Information:

━━━━━━━━━━━━━━━━━━━━

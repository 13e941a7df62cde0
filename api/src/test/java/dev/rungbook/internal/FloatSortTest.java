package dev.rungbook.internal;

import static org.junit.jupiter.api.Assertions.assertArrayEquals;
import static org.junit.jupiter.api.Assertions.assertEquals;
import static org.junit.jupiter.api.Assertions.assertThrows;
import static org.junit.jupiter.api.Assertions.assertTrue;

import dev.rungbook.testing.Fixtures;
import java.util.Arrays;
import java.util.Random;
import org.junit.jupiter.api.Test;

class FloatSortTest {

    /** Sorts a copy both ways and compares bit patterns, so -0.0 versus +0.0 order is checked too. */
    private static void assertSortsLikeArraysSort(float[] data) {
        float[] expected = data.clone();
        Arrays.sort(expected); // Source: the JDK's Arrays.sort(float[]) total order
        float[] actual = data.clone();
        FloatSort.sort(actual);
        for (int i = 0; i < data.length; i++) {
            if (Float.floatToRawIntBits(expected[i]) != Float.floatToRawIntBits(actual[i])) {
                throw new AssertionError("index " + i + ": expected " + expected[i] + " got " + actual[i]);
            }
        }
    }

    @Test
    void sortsARangeLikeArraysSortAndLeavesTheRestAlone() {
        Random r = Fixtures.random(3);
        for (int len : new int[] {0, 5, FloatSort.RADIX_THRESHOLD - 1, FloatSort.RADIX_THRESHOLD, 50_000}) {
            float[] v = new float[len + 300];
            for (int i = 0; i < v.length; i++) {
                v[i] = i % 97 == 0 ? (i % 2 == 0 ? -0.0f : 0.0f) : (float) r.nextGaussian();
            }
            float[] expected = v.clone();
            Arrays.sort(expected, 100, 100 + len); // Source: the JDK's Arrays.sort(float[], int, int) total order
            FloatSort.sortRange(v, 100, 100 + len);
            for (int i = 0; i < v.length; i++) {
                assertEquals(Float.floatToRawIntBits(expected[i]), Float.floatToRawIntBits(v[i]),
                        "length " + len + ", index " + i);
            }
        }
    }

    @Test
    void sortsRandomValuesLikeArraysSort() {
        Random r = Fixtures.random(1);
        for (int n : new int[] {0, 1, 7, 4095, 4096, 4097, 100_000, 1 << 20}) {
            float[] v = new float[n];
            for (int i = 0; i < n; i++) {
                v[i] = (float) (r.nextGaussian() * Math.pow(10, r.nextInt(20) - 10));
            }
            assertSortsLikeArraysSort(v);
        }
    }

    @Test
    void sortsDuplicatesNegativesAndSignedZeros() {
        Random r = Fixtures.random(2);
        float[] v = new float[50_000];
        float[] pool = {-0.0f, 0.0f, -1f, 1f, 3.5f, -3.5f, Float.MAX_VALUE, -Float.MAX_VALUE, Float.MIN_VALUE,
            -Float.MIN_VALUE, Float.POSITIVE_INFINITY, Float.NEGATIVE_INFINITY, 1e-40f, -1e-40f};
        for (int i = 0; i < v.length; i++) {
            v[i] = pool[r.nextInt(pool.length)];
        }
        assertSortsLikeArraysSort(v);
        float[] sorted = v.clone();
        FloatSort.sort(sorted);
        int firstPlusZero = -1;
        int lastMinusZero = -1;
        for (int i = 0; i < sorted.length; i++) {
            int bits = Float.floatToRawIntBits(sorted[i]);
            if (bits == 0) {
                firstPlusZero = firstPlusZero < 0 ? i : firstPlusZero;
            } else if (bits == Integer.MIN_VALUE) {
                lastMinusZero = i;
            }
        }
        assertTrue(lastMinusZero >= 0 && lastMinusZero < firstPlusZero, "-0.0 sorts before +0.0");
    }

    @Test
    void sortsAllEqualAndNarrowRanges() {
        float[] same = new float[10_000];
        Arrays.fill(same, 2.5f);
        assertSortsLikeArraysSort(same);
        float[] narrow = new float[10_000];
        Random r = Fixtures.random(3);
        for (int i = 0; i < narrow.length; i++) {
            narrow[i] = 1f + r.nextInt(100) * Math.ulp(1f); // keys differ only in the lowest digit
        }
        assertSortsLikeArraysSort(narrow);
    }

    @Test
    void sortedCopyLeavesInputAndMatchesSort() {
        Random r = Fixtures.random(4);
        for (int n : new int[] {0, 100, 4096, 70_000}) {
            float[] v = new float[n];
            for (int i = 0; i < n; i++) {
                v[i] = r.nextInt(3) == 0 ? -0.0f : (float) r.nextGaussian();
            }
            float[] before = v.clone();
            float[] copy = FloatSort.sortedCopy(v);
            assertArrayEquals(before, v, "input unchanged");
            float[] expected = v.clone();
            Arrays.sort(expected); // Source: the JDK's Arrays.sort(float[]) total order
            assertArrayEquals(expected, copy);
        }
        float[] same = new float[5000];
        Arrays.fill(same, 7f);
        assertArrayEquals(same, FloatSort.sortedCopy(same));
    }

    @Test
    void compressesToDistinctValuesWithCounts() {
        float[] sorted = {-2f, -2f, -0.0f, 0.0f, 0.0f, 1.5f, 3f, 3f, 3f};
        double[][] vc = FloatSort.distinctWithCounts(sorted);
        assertArrayEquals(new double[] {-2, 0, 1.5, 3}, vc[0]);
        assertArrayEquals(new double[] {2, 3, 1, 3}, vc[1]);
        assertEquals(0, Double.doubleToRawLongBits(vc[0][1]), "signed zeros merge into +0.0");
        double[][] empty = FloatSort.distinctWithCounts(new float[0]);
        assertEquals(0, empty[0].length);
        assertEquals(0, empty[1].length);
    }

    @Test
    void refusesUnsortedOrNaNInput() {
        IllegalArgumentException e = assertThrows(IllegalArgumentException.class,
                () -> FloatSort.distinctWithCounts(new float[] {1f, 2f, 1.5f}));
        assertTrue(e.getMessage().contains("index 2"), e.getMessage());
        e = assertThrows(IllegalArgumentException.class,
                () -> FloatSort.distinctWithCounts(new float[] {1f, Float.NaN}));
        assertTrue(e.getMessage().contains("index 1"), e.getMessage());
    }
}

━━━━━━━━━━━━━━━━━━━━

Your task: Take the records above and return, word for word, only the lines that fall from the line with "private static void" to the line with "for (int i = 0; i < data.length;", both of them included.

Task result:
    private static void assertSortsLikeArraysSort(float[] data) {
        float[] expected = data.clone();
        Arrays.sort(expected); // Source: the JDK's Arrays.sort(float[]) total order
        float[] actual = data.clone();
        FloatSort.sort(actual);
        for (int i = 0; i < data.length; i++) {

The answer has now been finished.